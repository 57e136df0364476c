"""Tests of isoturnover.data: readers, validation, dates, units, replicates, series.

All tables here are invented for the tests (labelled so in each helper); files are written to
pytest's tmp_path so that every error is checked on a real file.
"""

from __future__ import annotations

import importlib.util
import math
import statistics
import sys
import warnings

import numpy as np
import pandas as pd
import pytest

from isoturnover.data import (
    ISOTOPE_CODES,
    average_replicates,
    read_diets,
    read_masses,
    read_samples,
    series,
)
from isoturnover.errors import DataError, DataWarning

# Invented example: two animals, plasma d13C, one analytic duplicate at day 7.
GOOD = """subject,tissue,isotope,time,value,sd,temperature
a1,plasma,d13C,0,-24.1,0.1,20
a1,plasma,d13C,7,-18.2,0.1,20
a1,plasma,d13C,7,-18.4,0.1,20
a1,plasma,d13C,14,-15.0,0.1,21
a2,plasma,d13C,0,-24.0,0.15,20
a2,plasma,d13C,14,-14.8,0.15,21
"""


def write(tmp_path, text, name="samples.csv", encoding="utf-8"):
    p = tmp_path / name
    p.write_bytes(text.encode(encoding) if isinstance(text, str) else text)
    return p


def frame():
    """Invented samples frame with user column names."""
    return pd.DataFrame({
        "Animal": ["a1", "a1", "a1", "a2"],
        "tissue": ["plasma"] * 4,
        "isotope": ["d15N"] * 4,
        "Day": [0.0, 5.0, 10.0, 0.0],
        "value": [8.0, 9.5, 10.2, 7.9],
    }, index=[10, 11, 12, 13])


# ------------------------------------------------------------------------------------------
# reading good tables
# ------------------------------------------------------------------------------------------
def test_read_csv_columns_types_and_attrs(tmp_path):
    p = write(tmp_path, GOOD)
    s = read_samples(p)
    assert list(s.columns) == ["subject", "tissue", "isotope", "time", "value", "sd",
                               "temperature", "is_replicate_group"]
    assert s["time"].dtype == float and s["value"].dtype == float and s["sd"].dtype == float
    assert s["subject"].tolist() == ["a1", "a1", "a1", "a1", "a2", "a2"]
    assert s["value"].tolist() == [-24.1, -18.2, -18.4, -15.0, -24.0, -14.8]
    assert s["temperature"].dtype == float          # numeric-looking extra column
    assert s["is_replicate_group"].tolist() == [False, True, True, False, False, False]
    assert s.attrs["source"] == str(p)
    assert s.attrs["time_unit"] == "d"
    assert s.attrs["value_unit"] == "delta"
    assert isinstance(s.index, pd.RangeIndex)


def test_frame_input_is_not_mutated_and_keeps_index():
    df = frame()
    before = df.copy()
    s = read_samples(df, columns={"Animal": "subject", "Day": "time"})
    assert df.equals(before)
    assert list(df.columns) == list(before.columns)
    assert s is not df
    assert s.index.tolist() == [10, 11, 12, 13]
    assert s.attrs["source"] == "<frame>"
    s.loc[10, "value"] = 999.0
    assert df.equals(before)


def test_all_readers_leave_frames_unchanged():
    diets = pd.DataFrame({"group": ["A", "A"], "isotope": ["d13C", "d13C"],
                          "start": [-100.0, 0.0], "value": [-26.0, np.nan]})
    masses = pd.DataFrame({"subject": ["a", "a"], "time": [0, 10], "mass": [10.0, 12.5]})
    d0, m0 = diets.copy(), masses.copy()
    read_diets(diets)
    read_masses(masses)
    assert diets.equals(d0) and masses.equals(m0)


def test_time_unit_aliases_and_errors():
    df = frame()
    cols = {"Animal": "subject", "Day": "time"}
    assert read_samples(df, columns=cols, time_unit="hours").attrs["time_unit"] == "h"
    assert read_samples(df, columns=cols, time_unit="weeks").attrs["time_unit"] == "w"
    assert read_samples(df, columns=cols, time_unit="days").attrs["time_unit"] == "d"
    with pytest.raises(DataError, match=r"time_unit must be one of 'd', 'h', 'w'.*got 'min'"):
        read_samples(df, columns=cols, time_unit="min")
    with pytest.raises(DataError, match=r"got 'Days' \(did you mean 'd'\?\)"):
        read_samples(df, columns=cols, time_unit="Days")


def test_blank_lines_are_skipped_but_counted_in_row_numbers(tmp_path):
    text = "subject,tissue,isotope,time,value\n\na,plasma,d13C,0,-20\n\na,plasma,d13C,1,x\n"
    p = write(tmp_path, text)
    # header row 1, blank row 2, data row 3, blank row 4, bad row 5
    with pytest.raises(DataError, match=r"samples\.csv, row 5, column 'value': 'x' is not"):
        read_samples(p)


def test_semicolon_file_with_decimal_commas_is_read(tmp_path):
    text = ("subject;tissue;isotope;time;value;sd\n"
            "a1;plasma;d13C;0;-21,3;0,1\n"
            "a1;plasma;d13C;2,5;-19.5;0,1\n")
    s = read_samples(write(tmp_path, text))
    assert s["value"].tolist() == [-21.3, -19.5]
    assert s["time"].tolist() == [0.0, 2.5]
    assert s["sd"].tolist() == [0.1, 0.1]


def test_tab_separated_and_bom_and_spaces_in_header(tmp_path):
    text = "\ufeffsubject\ttissue\tisotope\t time \tvalue\na\thair\td15N\t3\t9.1\n"
    s = read_samples(write(tmp_path, text))
    assert s["time"].tolist() == [3.0] and s["value"].tolist() == [9.1]


def test_text_values_are_stripped_and_replicate_ids_numeric(tmp_path):
    text = ("subject,tissue,isotope,time,value,replicate\n"
            " a1 , plasma ,d13C,1,-20,1\n a1,plasma,d13C,1,-20.2,2\n")
    s = read_samples(write(tmp_path, text))
    assert s["subject"].tolist() == ["a1", "a1"] and s["tissue"].tolist() == ["plasma"] * 2
    assert s["replicate"].tolist() == [1.0, 2.0]
    assert s["is_replicate_group"].all()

----

# ASSIGNMENT
A single number is expected: how many lines in the records contain the string "encoding".

# EXERCISE OUTPUT
2